• Collected data:
—————

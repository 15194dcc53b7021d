import type { Metadata } from "next";
import { headers } from "next/headers";
import { CreateTeamForm } from "@/components/auth/create-team-form";
import { auth } from "@/server/auth/auth";
import { listTeamsOf } from "@/server/auth/queries";
import { switchTeamAction } from "../../../(app)/actions";
import { createTeamAction } from "./actions";

export const metadata: Metadata = { title: "Create a team" };

export default async function NewTeamPage({
  searchParams,
}: {
  searchParams: Promise<Record<string, string | undefined>>;
}) {
  const session = await auth.api.getSession({ headers: await headers() });
  const teams = session ? await listTeamsOf(session.user.id) : [];
  const { error } = await searchParams;
  return (
    <div className="flex flex-col gap-8">
      {error === "not-a-member" ? (
        <p role="alert" className="rounded border border-sev-error/40 bg-red-50 px-3 py-2 text-sm text-sev-error">
          You are not a member of that team (any more). Choose another one or create a team.
        </p>
      ) : null}
      {teams.length ? (
        <section className="rounded-md border border-ink/15 bg-white p-6">
          <h1 className="mb-3 text-xl font-semibold tracking-tight">Choose a team</h1>
          <ul className="flex flex-col gap-2">
            {teams.map((t) => (
              <li key={t.id}>
                <form
                  action={switchTeamAction}
                  className="flex items-center justify-between rounded border border-ink/15 px-3 py-2"
                >
                  <input type="hidden" name="teamId" value={t.id} />
                  <span className="text-sm">
                    <strong>{t.name}</strong> <span className="text-ink-soft">({t.role})</span>
                  </span>
                  <button type="submit" className="rounded border border-ink/30 px-3 py-1 text-sm hover:bg-ink-faint">
                    Open
                  </button>
                </form>
              </li>
            ))}
          </ul>
        </section>
      ) : null}
      <section className="rounded-md border border-ink/15 bg-white p-6">
        <h2 className="mb-1 text-xl font-semibold tracking-tight">
          {teams.length ? "Or create a new team" : "Create your first team"}
        </h2>
        <p className="mb-5 text-sm leading-relaxed text-ink-soft">
          Missions, plans and reviews belong to a team. You become its owner and can invite others by e-mail as lead,
          engineer or viewer. If someone invited you, open the link in their e-mail instead.
        </p>
        <CreateTeamForm action={createTeamAction} />
      </section>
    </div>
  );
}
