export interface Mentionable {
  userId: string;
  email: string;
  name: string;
}

const EMAIL = /@([A-Za-z0-9._%+-]+@[A-Za-z0-9-]+(?:\.[A-Za-z0-9-]+)+)/g;

function escapeRegExp(s: string): string {
  return s.replace(/[.*+?^${}()|[\]\\]/g, "\\$&");
}

/**
 * The team members a comment mentions, in the order they are first
 * mentioned: `@alice@example.org` (the e-mail address, case-insensitive) or
 * `@Alice Smith` (the member's name, case-insensitive, not followed by a
 * letter or digit; the longest matching name wins). Unknown mentions are
 * ignored.
 */
export function findMentions(text: string, members: readonly Mentionable[]): Mentionable[] {
  const hits: { at: number; member: Mentionable }[] = [];
  const byEmail = new Map(members.map((m) => [m.email.toLowerCase(), m]));
  const taken = new Set<number>();
  for (const m of text.matchAll(EMAIL)) {
    const member = byEmail.get(m[1]!.toLowerCase());
    if (member) {
      hits.push({ at: m.index!, member });
      taken.add(m.index!);
    }
  }
  const named = [...members].filter((m) => m.name.trim() !== "").sort((a, b) => b.name.length - a.name.length);
  const claimed: [number, number][] = [];
  for (const member of named) {
    const re = new RegExp(`@${escapeRegExp(member.name.trim())}(?![\\p{L}\\p{N}])`, "giu");
    for (const m of text.matchAll(re)) {
      const at = m.index!;
      if (taken.has(at) || claimed.some(([s, e]) => at >= s && at < e)) continue;
      claimed.push([at, at + m[0].length]);
      hits.push({ at, member });
    }
  }
  hits.sort((x, y) => x.at - y.at);
  const seen = new Set<string>();
  const out: Mentionable[] = [];
  for (const h of hits) {
    if (seen.has(h.member.userId)) continue;
    seen.add(h.member.userId);
    out.push(h.member);
  }
  return out;
}
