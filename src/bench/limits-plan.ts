import { demoPlan } from "@db/seed/mission-demo-plan";
import type { PlanInput } from "@/schemas/plan";

/**
 * A plan at the format's limits (docs/plan-format.md): 64 chains and 256
 * channels, made of sixteen renamed copies of the demo mission's four chains
 * (their lasers and resonators copied too, the two detectors shared), each
 * chain carrying its three demo channels and one more 0.2 GHz above its
 * core channel. Invented demo data, for the API benchmark (src/bench/api.ts):
 * the largest check a caller can ask for.
 */
export function limitsPlan(): PlanInput {
  const demo = demoPlan();
  const copies = Array.from({ length: 16 }, (_, k) => k + 1);
  const tag = (id: string, k: number) => `${id}-x${k}`;
  const channels = copies.flatMap((k) =>
    demo.chains.flatMap((chain) => {
      const own = demo.channels.filter((c) => c.chain === chain.id);
      const core = own[0]!;
      const extra = {
        ...core,
        id: `${core.id}-plus`,
        name: `${core.name} (+0.2 GHz)`,
        centerGHz: core.centerGHz + 0.2,
      };
      return [...own, extra].map((c) => ({
        ...c,
        id: tag(c.id, k),
        name: `${c.name} (copy ${k})`,
        chain: tag(chain.id, k),
      }));
    }),
  );
  return {
    ...demo,
    name: "Demo data: a plan at the format's limits (64 chains, 256 channels)",
    lasers: copies.flatMap((k) => demo.lasers.map((l) => ({ ...l, id: tag(l.id, k) }))),
    resonators: copies.flatMap((k) => demo.resonators.map((r) => ({ ...r, id: tag(r.id, k) }))),
    chains: copies.flatMap((k) =>
      demo.chains.map((c) => ({ ...c, id: tag(c.id, k), laser: tag(c.laser, k), resonator: tag(c.resonator, k) })),
    ),
    channels,
  };
}
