import type { RoleName } from "@/lib/permissions";

/** The review state of a plan revision (and of a mission: the state of its newest revision). */
export type ReviewState = "draft" | "in-review" | "baselined" | "changes-requested";
export const REVIEW_STATES: readonly ReviewState[] = ["draft", "in-review", "baselined", "changes-requested"];

/**
 * What someone does to the plan:
 * - `submit`: ask the team's leads and owners to review the newest revision;
 * - `baseline`, `request-changes`: the decision on a revision in review;
 * - `edit`: any change of the plan, which always stores a new draft revision
 *   (a baselined revision is never modified).
 */
export type ReviewAction = "submit" | "baseline" | "request-changes" | "edit";
export const REVIEW_ACTIONS: readonly ReviewAction[] = ["submit", "baseline", "request-changes", "edit"];

/** The decisions a lead or owner takes on a revision in review (the decide endpoint's choices). */
export const REVIEW_DECISIONS = ["baseline", "request-changes"] as const satisfies readonly ReviewAction[];
export type ReviewDecision = (typeof REVIEW_DECISIONS)[number];

export interface ReviewStep {
  state: ReviewState;
  action: ReviewAction;
  role: RoleName;
  /** Finding keys (see `findingKey`) of the revision's open error findings. */
  openErrorKeys: readonly string[];
  /** Finding keys that carry a recorded waiver. */
  waivedKeys: readonly string[];
}

export type ReviewRefusal =
  | { ok: false; code: "forbidden"; reason: string }
  | { ok: false; code: "invalid-transition"; reason: string }
  | { ok: false; code: "unwaived-errors"; reason: string; unwaived: string[] };

export type ReviewOutcome = { ok: true; next: ReviewState } | ReviewRefusal;

/** The part of a finding that review and comparison need. */
export interface FindingLike {
  code: string;
  severity: "error" | "warning" | "info";
  chain: string;
  channel: string | null;
  message: string;
}
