import { describe, expect, it } from "vitest";
import { REVIEW_STATES } from "./types";
import { reviewStateLabel } from "./review-state-label";

describe("reviewStateLabel", () => {
  it("says Returned for the state that is stored as changes-requested", () => {
    expect(reviewStateLabel("changes-requested")).toBe("Returned");
    expect(reviewStateLabel("changes-requested", { outcome: true })).toBe("returned for rework");
    expect(reviewStateLabel("withdrawn", { outcome: true })).toBe("withdrawn by an edit");
  });

  it("gives every state a label in words, never its code", () => {
    for (const s of REVIEW_STATES) {
      const label = reviewStateLabel(s);
      expect(label).not.toBe(s);
      expect(label).not.toMatch(/-|changes|request/i);
    }
  });

  it("shows an unknown code as it is", () => {
    expect(reviewStateLabel("archived")).toBe("archived");
  });
});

—————

• About this task: Look back at the entries above and repeat, unchanged, every line from the line holding "at: m.index!, member" through the line holding "const out: Mentionable[] = [];".

• Task response:
      hits.push({ at: m.index!, member });
      taken.add(m.index!);
    }
  }
  const named = [...members].filter((m) => m.name.trim() !== "").sort((a, b) => b.name.length - a.name.length);
  const claimed: [number, number][] = [];
  for (const member of named) {
    const re = new RegExp(`@${escapeRegExp(member.name.trim())}(?![\\p{L}\\p{N}])`, "giu");
    for (const m of text.matchAll(re)) {
      const at = m.index!;
      if (taken.has(at) || claimed.some(([s, e]) => at >= s && at < e)) continue;
      claimed.push([at, at + m[0].length]);
      hits.push({ at, member });
    }
  }
  hits.sort((x, y) => x.at - y.at);
  const seen = new Set<string>();
  const out: Mentionable[] = [];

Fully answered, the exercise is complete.